ALTER USER bedrock_user WITH PASSWORD ‘your_password’;

GRANT ALL ON SCHEMA bedrock_integration TO bedrock_user;

SET SESSION AUTHORIZATION bedrock_user;

CREATE TABLE bedrock_integration.bedrock_kb (

  id uuid PRIMARY KEY,

  embedding vector(1536),

  chunks text,

  metadata json

);

CREATE INDEX ON bedrock_integration.bedrock_kb

  USING hnsw (embedding vector_cosine_ops);

    The Aurora cluster is now set up to be used as a knowledge base for Amazon Bedrock. We’ll now create a secret in Secrets Manager that Amazon Bedrock will use to connect to the cluster.

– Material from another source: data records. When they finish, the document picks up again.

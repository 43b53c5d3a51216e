/**
 * Quantiles of the Poisson and binomial distributions, for the prediction bands of counts
 * and proportions.
 */
import { pbeta, pgamma, qnorm } from './distributions';

/**
 * Smallest k with P(X <= k) >= p for X ~ Poisson(lambda), via P(X <= k) = Q(k + 1, lambda)
 * (the regularised upper incomplete gamma function). Starts at the Cornish-Fisher
 * approximation and steps by one. O(steps). Example: qpois(0.975, 2.5) = 6 (R: qpois(0.975, 2.5)).
 */
export function qpois(p: number, lambda: number): number {
  if (!(lambda > 0)) return 0;
  const cdf = (k: number): number => (k < 0 ? 0 : pgamma(lambda, k + 1, false));
  const sd = Math.sqrt(lambda);
  const zq = qnorm(p);
  let k = Math.max(0, Math.floor(lambda + sd * (zq + (zq * zq - 1) / (6 * sd))));
  while (k > 0 && cdf(k - 1) >= p) k--;
  while (cdf(k) < p) k++;
  return k;
}

/**
 * Smallest k with P(X <= k) >= p for X ~ Binomial(m, prob), via
 * P(X <= k) = I_{1-prob}(m - k, k + 1) (the regularised incomplete beta function).
 * O(steps). Example: qbinom(0.975, 10, 0.3) = 6 (R: qbinom(0.975, 10, 0.3)).
 */
export function qbinom(p: number, m: number, prob: number): number {
  if (!(prob > 0)) return 0;
  if (!(prob < 1)) return m;
  const cdf = (k: number): number => (k < 0 ? 0 : k >= m ? 1 : pbeta(1 - prob, m - k, k + 1));
  const sd = Math.sqrt(m * prob * (1 - prob));
  let k = Math.min(m, Math.max(0, Math.floor(m * prob + sd * qnorm(p))));
  while (k > 0 && cdf(k - 1) >= p) k--;
  while (k < m && cdf(k) < p) k++;
  return k;
}
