import { InputError } from '../errors';

/** Arrays found ascending and free of NaN by quantileType7 (sorted samples are not changed once made). */
const checkedAscending = new WeakSet<Float64Array>();

/**
 * Sample quantiles by linear interpolation of the order statistics: Hyndman & Fan (1996),
 * "Sample quantiles in statistical packages", The American Statistician 50(4), 361-365,
 * definition 7 (R's default). With h = (n - 1) p, j = floor(h):
 * Q(p) = (1 - (h - j)) x[j] + (h - j) x[j + 1] (0-based), so Q(0) = min and Q(1) = max.
 *
 * `sortedValues` must be sorted ascending with no NaN (checked the first time an array is
 * seen, O(n); a caller must not change it afterwards); each quantile then
 * costs O(1). Throws InputError for an empty sample, unsorted values or a probability
 * outside [0, 1].
 * Example: quantileType7(Float64Array.of(1, 2, 3, 4), [0.5]) -> [2.5].
 */
export function quantileType7(sortedValues: Float64Array, probs: ArrayLike<number>): Float64Array {
  const n = sortedValues.length;
  if (n === 0) throw new InputError('quantiles need at least one value; the sample is empty');
  // Checked once per array: the knots of every candidate df are quantiles of the same sorted x.
  if (!checkedAscending.has(sortedValues)) {
    for (let i = 0; i < n; i++) {
      const v = sortedValues[i] as number;
      if (Number.isNaN(v)) throw new InputError(`quantiles: value at index ${i} is NaN`);
      if (i > 0 && v < (sortedValues[i - 1] as number)) {
        throw new InputError(`quantiles need ascending values; value at index ${i} (${v}) is below the one before (${sortedValues[i - 1]})`);
      }
    }
    checkedAscending.add(sortedValues);
  }
  const out = new Float64Array(probs.length);
  for (let k = 0; k < probs.length; k++) {
    const p = probs[k] as number;
    if (!(p >= 0 && p <= 1)) throw new InputError(`quantile probability ${k} must be in [0, 1], got ${p}`);
    const h = (n - 1) * p;
    const j = Math.floor(h);
    const g = h - j;
    const lo = sortedValues[j] as number;
    // g = 0 (including p = 1, where j = n - 1) returns the order statistic itself.
    out[k] = g === 0 ? lo : (1 - g) * lo + g * (sortedValues[j + 1] as number);
  }
  return out;
}
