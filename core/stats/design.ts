import { InputError } from '../errors';

/**
 * Rows of a model matrix, read one at a time so that diagnostics never need the whole
 * n x p matrix: row i goes into `out` (length p). Rows come in the same order as the
 * residuals they belong to, and the intercept column is included (docs/design.md, "df": df counts
 * the intercept). For weighted fits pass rows and residuals multiplied by sqrt(w).
 */
export interface DesignRows {
  /** Number of columns. */
  readonly p: number;
  /** Copies row i (0-based) into `out`, which has length p. */
  row(i: number, out: Float64Array): void;
  /** The same rows in a sparse form, when the design has one (a B-spline basis); absent: dense rows only. */
  readonly sparse?: SparseRows | undefined;
}

/**
 * Design rows as x_i = E' b_i, where b_i (length `size`) is zero but for `width` entries
 * from index `first` (a B-spline basis: 4 of them), and E is `size` x p (row-major; absent
 * when p = size and E is the identity). Cross products are then summed in the sparse basis,
 * touching `width` x `width` entries a row, and mapped by E once at the end.
 */
export interface SparseRows {
  readonly size: number;
  readonly width: number;
  readonly expand?: Float64Array | undefined;
  /** Writes the `width` entries of b_i into `out` and returns `first`. */
  row(i: number, out: Float64Array): number;
}

/**
 * A DesignRows view of a dense row-major matrix (`values[i * p + j]`), for tests and small
 * problems. Cost O(p) per row.
 * Example: denseDesign(Float64Array.of(1, 0, 1, 1, 1, 2), 2) is the design of y ~ x with
 * x = 0, 1, 2.
 */
export function denseDesign(values: Float64Array, p: number): DesignRows & { readonly n: number } {
  if (!(Number.isInteger(p) && p >= 1)) throw new InputError(`design needs a whole number of columns >= 1, got ${p}`);
  if (values.length % p !== 0) {
    throw new InputError(`design values (${values.length}) are not a whole number of rows of ${p} columns`);
  }
  const n = values.length / p;
  return {
    p,
    n,
    row(i: number, out: Float64Array): void {
      for (let j = 0; j < p; j++) out[j] = values[i * p + j] as number;
    },
  };
}
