/** Invalid cells per column whose reason quotes the cell text; later ones get a short reason. */
export const QUOTED_REASONS_PER_COLUMN = 1000;
/** Rows of the first allocation of every column, when the table is narrow. */
const INITIAL_CAPACITY = 1024;
/** Cells of the first allocation of all columns together: wide tables start with fewer rows. */
const INITIAL_CELLS = 1 << 20;
/** Fewest rows of a first allocation. */
const MIN_CAPACITY = 16;
/** Most rows `reserve` makes room for at once (an estimate above it is left to doubling). */
const MAX_RESERVED_ROWS = 2 ** 28;
// Local copies of the cell kinds: a module loader may turn imported bindings into getters.
const NUMBER = CELL_NUMBER;
const EMPTY = CELL_EMPTY;
const MISSING = CELL_MISSING;
const NOT_NUMBER = CELL_NOT_NUMBER;
const TAB = 9;
const SPACE = 32;

/** Growable sparse list of one column's invalid cells. */
class ProblemList {
  rows = new Int32Array(16);
  reasons: string[] = [];
  count = 0;
  /** Cells listed since the start of the file, also across `clear` (the limit of quoted reasons counts them all). */
  total = 0;
  add(row: number, reason: string): void {
    this.total++;
    if (this.count === this.rows.length) {
      const grown = new Int32Array(this.count * 2);
      grown.set(this.rows);
      this.rows = grown;
    }
    this.rows[this.count++] = row;
    this.reasons.push(reason);
  }
  freeze(): CellProblems {
    return { rows: this.rows.slice(0, this.count), reasons: this.reasons };
  }
  /** Forgets the listed cells (rows handed on by TableBuilder.drain), keeping `total`. */
  clear(): void {
    this.count = 0;
    this.reasons = [];
  }
}

/** True when s[start, end) holds only spaces and tabs. */
function blankRange(s: string, start: number, end: number): boolean {
  for (let i = start; i < end; i++) {
    const c = s.charCodeAt(i);
    if (c !== SPACE && c !== TAB) return false;
  }
  return true;
}

/**
 * The InputError of a quoted field still open at the end of the file, which opened on
 * `quoteLine` (in `column` when known) and ran to `lastLine`.
 */
export function unterminatedQuote(quoteLine: number, lastLine: number, file: string | undefined, column?: string): InputError {
  const span = lastLine > quoteLine ? `lines ${quoteLine} to ${lastLine} would be one field` : 'the rest of the line would be one field';
  return new InputError(
    `unterminated quote: the quoted field that opens on line ${quoteLine} is not closed before the end of the file (${span}); add the closing double quote, or remove the opening one`,
    { file, line: quoteLine, column },
  );
}

/**
 * The InputError of a file without a data row: `problemRows` rows were left out for their
 * field count, the first of them `first`.
 */
export function noDataRows(header: boolean, problemRows: number, first: TableProblem | undefined, file: string | undefined): InputError {
  if (first !== undefined) return new InputError(`no usable data rows: all ${problemRows} rows have problems, the first: ${first.reason}`, { file, line: first.line });
  return new InputError(header ? 'the file has a header row but no data rows' : 'the file has no data rows', { file, line: 1 });
}

/** Format facts the builder needs (from detection or the options). */
export interface BuilderFormat extends CsvFormat {
  /** Expected fields per record when there is no header row. */
  readonly fieldCount: number;
  /** Decimal convention per column (index k); columns beyond the list use `decimalComma`. */
  readonly columnDecimalComma?: readonly boolean[] | undefined;
}
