/**
 * The Knotwise panel: shows one run's payload, lets the person switch the rule, the
 * tolerance or pick a df by hand (applied at once with core's selectDf, no round trip),
 * asks the host for residual details it does not have yet, switches the outcome family,
 * shape constraints and robust fitting (the host reruns the analysis), and sends save and
 * reveal-line requests. It shows a run's progress with a Stop button, a failed or
 * cancelled run with a Run again button, and a banner when the data changed since the
 * analysis (then saving becomes "Refit and save"). Every text from the CSV is set with
 * textContent.
 */
import type { HostMessage } from '../core/protocol';
import { unreachable } from '../core/protocol';
import { OUTCOME_LIST } from '../core/registry/outcomes/index';
import { MAX_TOLERANCE_PERCENT, RULE_LIST, ruleWords } from '../core/registry/rules/index';
import type { Outcome, Shape } from '../core/types';
import { metricLabel, sig } from '../core/tune/format';
import { selectDf } from '../core/tune/rules';
import type { RuleSpec, Selection } from '../core/tune/types';
import type { DataChangeView, DataStateView, FitDetail, ModelChoice, PanelPayload, RefitView } from '../core/view/model';
import { percent } from '../core/words/numbers';
import { el, replaceChildren } from './dom';
import { renderFigures } from './figures';
import type { Host } from './vscodeApi';

type RuleKind = RuleSpec['kind'];

const SHAPE_CHOICES: readonly { readonly shape: Shape; readonly label: string; readonly opposite?: Shape }[] = [
  { shape: 'increasing', label: 'increasing', opposite: 'decreasing' },
  { shape: 'decreasing', label: 'decreasing', opposite: 'increasing' },
  { shape: 'nonnegative', label: 'non-negative' },
  { shape: 'convex', label: 'convex', opposite: 'concave' },
  { shape: 'concave', label: 'concave', opposite: 'convex' },
];
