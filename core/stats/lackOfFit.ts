import { InputError } from '../errors';
import { argsortStable } from './argsort';
import { isOrderOf, xInOrder } from './orderByX';
import { pf } from './distributions';

/** Result of the lack-of-fit F test against one mean per distinct x. */
export interface LackOfFitResult {
  /** (lackOfFitSS / df1) / (pureErrorSS / df2). */
  readonly F: number;
  /** Distinct x values minus the model's df. */
  readonly df1: number;
  /** Rows minus distinct x values. */
  readonly df2: number;
  /** Upper F tail. */
  readonly pValue: number;
  /** Weighted scatter of the readings about their own group means. */
  readonly pureErrorSS: number;
  /** Model residual sum of squares minus the pure error. */
  readonly lackOfFitSS: number;
  /** Distinct x values that occur more than once. */
  readonly replicatedLevels: number;
}

/**
 * Lack-of-fit F test of a fitted curve against the saturated model with one mean per
 * distinct x (pure error): Draper & Smith (1998), "Applied Regression Analysis", 3rd ed.,
 * section 2.1. The residual sum of squares splits into pure error (scatter of replicated
 * readings about their x-group means, df2 = n - distinct x) and lack of fit
 * (df1 = distinct x - modelDf), and F = (LOF / df1) / (PE / df2) is referred to F(df1, df2).
 * Equals R's `anova(fit, lm(y ~ factor(x)))` for a linear model (modelDf = number of
 * coefficients); for a smoothing spline modelDf is its trace and df1 need not be whole.
 *
 * `w` are prior weights (> 0) or undefined; `modelRss` is the model's weighted residual
 * sum of squares and `modelDf` its df (trace of the hat matrix, intercept included).
 * Returns undefined when no x value is replicated or df1 <= 0. x values are grouped by
 * exact equality. `order` lists the rows by ascending x (ties in any order), e.g.
 * `orderByX(x)` when the caller has it already; otherwise the rows are ordered here with
 * the radix `argsortStable`. Cost O(n).
 * Throws InputError for arrays of different lengths, non-finite values, weights <= 0 or
 * an `order` that is not a permutation of the rows by ascending x.
 * Example: x = [1, 1, 2, 2, 3, 3] under a straight line (modelDf 2) gives df1 = 1, df2 = 3.
 */
export function lackOfFit(x: Float64Array, y: Float64Array, w: Float64Array | undefined, modelRss: number, modelDf: number, order: Int32Array = argsortStable(x)): LackOfFitResult | undefined {
  const n = x.length;
  if (y.length !== n) throw new InputError(`lack of fit: x has ${n} values but y has ${y.length}`);
  if (w && w.length !== n) throw new InputError(`lack of fit: x has ${n} values but the weights have ${w.length}`);
  for (let i = 0; i < n; i++) {
    if (!Number.isFinite(x[i] as number) || !Number.isFinite(y[i] as number)) {
      throw new InputError(`lack of fit: row ${i + 1} has a non-finite x or y`);
    }
    if (w && !((w[i] as number) > 0)) throw new InputError(`lack of fit: weight ${i + 1} must be > 0, got ${w[i]}`);
  }
  if (!(modelRss >= 0)) throw new InputError(`lack of fit: the model's residual sum of squares must be >= 0, got ${modelRss}`);
  const xSorted = sortedByOrder(x, order);
  let levels = 0;
  let replicated = 0;
  let pureError = 0;
  let start = 0;
  while (start < n) {
    const xv = xSorted[start] as number;
    let end = start + 1;
    while (end < n && (xSorted[end] as number) === xv) end++;
    levels++;
    if (end - start > 1) {
      replicated++;
      // One-pass weighted mean and scatter: West (1979), "Updating mean and variance
      // estimates: an improved method", Communications of the ACM 22(9), 532-535.
      let sw = 0;
      let mean = 0;
      let scatter = 0;
      for (let k = start; k < end; k++) {
        const i = order[k] as number;
        const wi = w ? (w[i] as number) : 1;
        const yi = y[i] as number;
        const newSw = sw + wi;
        const delta = yi - mean;
        const step = (delta * wi) / newSw;
        mean += step;
        scatter += sw * delta * step;
        sw = newSw;
      }
      pureError += scatter;
    }
    start = end;
  }
  const df2 = n - levels;
  const df1 = levels - modelDf;
  if (replicated === 0 || df2 <= 0 || !(df1 > 0)) return undefined;
  // Pure error never exceeds the model's RSS in exact arithmetic; clamp rounding.
  const lackOfFitSS = Math.max(0, modelRss - pureError);
  if (!(pureError > 0)) {
    // Replicates agree exactly: any lack of fit is infinitely significant.
    const F = lackOfFitSS > 0 ? Infinity : 0;
    return { F, df1, df2, pValue: lackOfFitSS > 0 ? 0 : 1, pureErrorSS: 0, lackOfFitSS, replicatedLevels: replicated };
  }
  const F = lackOfFitSS / df1 / (pureError / df2);
  const pValue = pf(F, df1, df2, false);
  return { F, df1, df2, pValue, pureErrorSS: pureError, lackOfFitSS, replicatedLevels: replicated };
}

/**
 * x in the given row order, checking that `order` is a permutation of the row indices by
 * ascending x (throws InputError otherwise); the shared order of x (orderByX) is taken as it
 * is. O(n).
 */
function sortedByOrder(x: Float64Array, order: Int32Array): Float64Array {
  // The shared order of x was made by sorting: nothing to check, and x in it is gathered already.
  if (isOrderOf(x, order)) return xInOrder(x);
  const n = x.length;
  const bad = (): InputError => new InputError('lack of fit: the row order given does not list every row once by ascending x');
  if (order.length !== n) throw bad();
  const seen = new Uint8Array(n);
  const out = new Float64Array(n);
  let prev = -Infinity;
  for (let k = 0; k < n; k++) {
    const i = order[k] as number;
    if (!(i >= 0 && i < n) || seen[i] === 1) throw bad();
    seen[i] = 1;
    const v = x[i] as number;
    if (v < prev) throw bad();
    out[k] = v;
    prev = v;
  }
  return out;
}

Create a secret in Secrets Manager

  1. On the Secrets Manager console, create a new secret.
  2. For the Secret type, select Credentials for the Amazon RDS database.
  3. Under Credentials, enter a name for your user (for this post, we use bedrock_user) and the password for that role. (password must match what you have given in the code.)
  4. In the Database section, select the cluster you’re using for the knowledge base.
  5.  For Secret name, enter a name for your secret.
  6. Create the secret

Now, create an S3 bucket where you will upload your text file before creating the Knowledge Base.

Create a knowledge base for Amazon Bedrock

  1. On the Amazon Bedrock console, choose Knowledge base under Orchestration in the navigation pane.
  2. Choose Create knowledge base.
  3. For Knowledge base name¸, enter a name.
  4. For the Runtime role, select Create and use a new service role and enter a service role name.
  5. Choose Next.
  1. For Choose an archive in S3, select the S3 bucket to use as a data source and choose Choose.
  2. For the Embeddings model, select your model (for this post, we use Amazon Titan Embeddings G1 – Text).
  3. For the Vector database, select Choose a vector store you have created and select Amazon Aurora.
  1. Provide the following additional information (note the examples we use for this post):
    1. For Amazon Aurora DB Cluster ARN, enter the ARN you saved when creating your Aurora cluster.
    2. For Database name, enter postgres.
    3. For Table name, enter bedrock_integration.bedrock_kb.
    4. For Secret ARN, enter the ARN you saved when creating the secret for bedrock_user.
    5. For the Vector field, enter the embedding.
    6. For the Text field, enter chunks.
    7. For the Bedrock-managed metadata field, enter metadata.
    8. For the Primary key, enter id.
  1. Choose Next.

     11. Review the summary page and choose Sync.

            This begins the process of converting the unstructured data stored in the S3 bucket into embeddings and storing them in your Aurora cluster.

  1. Click ‘Select Model’ choose Anthropic Claude 2. Then Sync. Then ask a question and get a response.